All lines holding the word "again" are to be copied from the records beneath.

Saved entries
────

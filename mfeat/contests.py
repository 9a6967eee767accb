"""The plan of a comparison: what is compared with what, and the contest at each patch size."""

import re
import sys
from collections.abc import Sequence
from dataclasses import dataclass, replace
from typing import Any

import numpy as np

from mfeat import __version__
from mfeat.conditions import conditions_for
from mfeat.contest import Contest
from mfeat.entries import Sources
from mfeat.options import DumpSettings, dump_settings
from mfeat.pool import Pool, halves_pool, labelled_pool
from mfeat.trials import TRAIN_SIZES, grouped_splits, half_splits


@dataclass(frozen=True, eq=False)
class ComparisonPlan:
    """What is compared with what, and how."""

    sources: Sources
    settings: DumpSettings
    candidates: dict[str, Any]
    classifiers: dict[str, Any]
    conditions: Sequence[str] | None
    protocol: str
    sizes: list[tuple[int, int]]
    train: tuple[int, ...] | None
    test: int
    patches: int
    repeats: int
    folds: int | None
    seed: int

    def record(self) -> dict[str, Any]:
        """Return all that the accuracies depend on, in types that JSON knows."""
        reading = self.settings.keywords()
        kept = ("regions", "label_from", "truth_rule", "channel", "missing_value", "max_pixels")
        inputs = ("source", "stamp", "label", "group", "mask", "row", "col", "height", "width")
        return {
            "mfeat_version": __version__,
            "descriptors": {name: _described(one) for name, one in self.candidates.items()},
            "order": list(self.candidates),  # the first is the reference; parts are numbered by it
            "classifiers": {name: _described(one) for name, one in self.classifiers.items()},
            "conditions": None if self.conditions is None else list(self.conditions),
            "protocol": self.protocol,
            "sizes": [list(size) for size in self.sizes],
            "train": None if self.train is None else list(self.train),
            "test": self.test,
            "patches": self.patches,
            "repeats": self.repeats,
            "folds": self.folds,
            "seed": self.seed,
            "reading": {name: reading[name] for name in kept},
            "inputs": self.sources.entries.select(inputs).to_pylist(),
        }

    def contest(self, size: tuple[int, int], quiet: bool | None) -> tuple[Contest, Pool]:
        """Choose and read the patches of a size, and draw the splits."""
        grid = dump_settings(size=size).grid
        settings = replace(self.settings, grid=grid)
        if self.protocol == "halves":
            wanted = max(*(self.train or TRAIN_SIZES), self.test)
            pool = halves_pool(self.sources, settings, wanted, quiet)
        else:
            pool = labelled_pool(self.sources, settings, self.patches, self.seed, quiet)
        labels = pool.codes()
        most = max(self.train or TRAIN_SIZES)
        if self.protocol == "halves":
            halves = np.array([place.half for place in pool.places])
            splits = half_splits(labels, halves, most, self.test, self.repeats, self.seed)
        else:
            groups = np.array([place.group for place in pool.places])
            splits = grouped_splits(
                labels, groups, pool.classes, most, self.folds, self.repeats, self.seed
            )
        available = [min(len(own) for own in split.train) for split in splits]
        return Contest(
            scenes=pool.scenes,
            labels=labels,
            splits=splits,
            train_sizes=self._possible(min(available), pool, splits[int(np.argmin(available))]),
            conditions=tuple(c.name for c in conditions_for(pool.kind, self.conditions)),
            classifiers=self.classifiers,
            size=size,
            seed=self.seed,
        ), pool

    def _possible(self, fewest: int, pool: Pool, worst: Any) -> tuple[int, ...]:
        """Return the training sizes; those asked for must be possible."""
        if self.train is None:
            found = tuple(n for n in TRAIN_SIZES if n <= fewest)
            return found or (fewest,)
        if self.train[-1] > fewest:
            name = pool.classes[int(np.argmin([len(own) for own in worst.train]))]
            raise ValueError(
                f"train asks for {self.train[-1]} patches a class, but class {name!r} has {fewest} "
                "on the training side of a split; use fewer, smaller patches, or more images"
            )
        return self.train


def _described(one: Any) -> str:
    """Return a transformer or classifier as text with all its parameters."""
    with np.printoptions(threshold=sys.maxsize, floatmode="unique"):  # nothing is left out
        parameters = ", ".join(f"{k}={v!r}" for k, v in sorted(one.get_params(deep=False).items()))
    text = f"{type(one).__module__}.{type(one).__qualname__}({parameters})"
    return re.sub(r" at 0x[0-9a-fA-F]+", "", text)  # another process has other addresses
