@pytest.fixture(scope="module")
def many():
    """Patches of several shapes, so that there are several groups to share out."""
    shapes = [(12, 12), (14, 12), (12, 14), (16, 16)] * 3
    return [noise(1, shape, seed=k)[0] for k, shape in enumerate(shapes)]


@pytest.fixture(scope="module")
def single_worker(many):
    return small().transform(many).tobytes()


@pytest.mark.parametrize("n_jobs", [1, 2, 3, -1, np.int64(2)])
def test_workers_change_no_bit(many, single_worker, n_jobs):
    assert small(n_jobs=n_jobs).transform(many).tobytes() == single_worker


@pytest.mark.parametrize("backend", ["threading", "sequential"])
def test_backends_change_no_bit(many, single_worker, backend):
    with joblib.parallel_config(backend=backend, n_jobs=2):
        assert small().transform(many).tobytes() == single_worker
        assert small(n_jobs=2).transform(many).tobytes() == single_worker


def test_worker_processes_change_no_bit(many, single_worker):
    fitted = small(level_rule="fitted").fit(many)
    expected = fitted.transform(many).tobytes()
    with joblib.parallel_config(backend="loky", n_jobs=2):
        assert small().transform(many).tobytes() == single_worker
        again = small(level_rule="fitted").fit(many)
    for name, levels in fitted.levels_.items():
        np.testing.assert_array_equal(again.levels_[name], levels)
    assert again.transform(many).tobytes() == expected


def test_an_error_in_a_worker_reaches_the_caller(many):
    spoilt = [patch.copy() for patch in many]
    spoilt[6][2, 3] = np.inf
    with pytest.raises(ValueError, match=r"X\[6\] holds inf at row 2, column 3"):
        small(n_jobs=2).transform(spoilt)


# scikit-learn -------------------------------------------------------------------------------


def test_set_output():
    fitted = small()
    expected = fitted.transform(noise())
    names = fitted.get_feature_names_out().tolist()
    frame = small().set_output(transform="pandas").fit_transform(noise())
    assert isinstance(frame, pd.DataFrame)
    assert frame.columns.tolist() == names
    np.testing.assert_array_equal(frame.to_numpy(), expected)
    frame = small().set_output(transform="polars").fit_transform(list(noise()))
    assert isinstance(frame, pl.DataFrame)
    assert frame.columns == names
    np.testing.assert_array_equal(frame.to_numpy(), expected)


def test_transform_needs_no_fit_unless_levels_are_learned():
    np.testing.assert_array_equal(small().transform(noise()), small().fit_transform(noise()))
    for call in (
        lambda: raw(level_rule="fitted").transform(noise()),
        lambda: raw(level_rule="fitted").fingerprint(),
        lambda: raw(level_rule="fitted").settings(),
    ):
        with pytest.raises(NotFittedError, match=r'level_rule="fitted" .* call fit before this'):
            call()
    assert len(raw(level_rule="fitted").get_feature_names_out()) == 2 + 3 * 4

────

Answer for this exercise -
        again = small(level_rule="fitted").fit(many)
        np.testing.assert_array_equal(again.levels_[name], levels)
    assert again.transform(many).tobytes() == expected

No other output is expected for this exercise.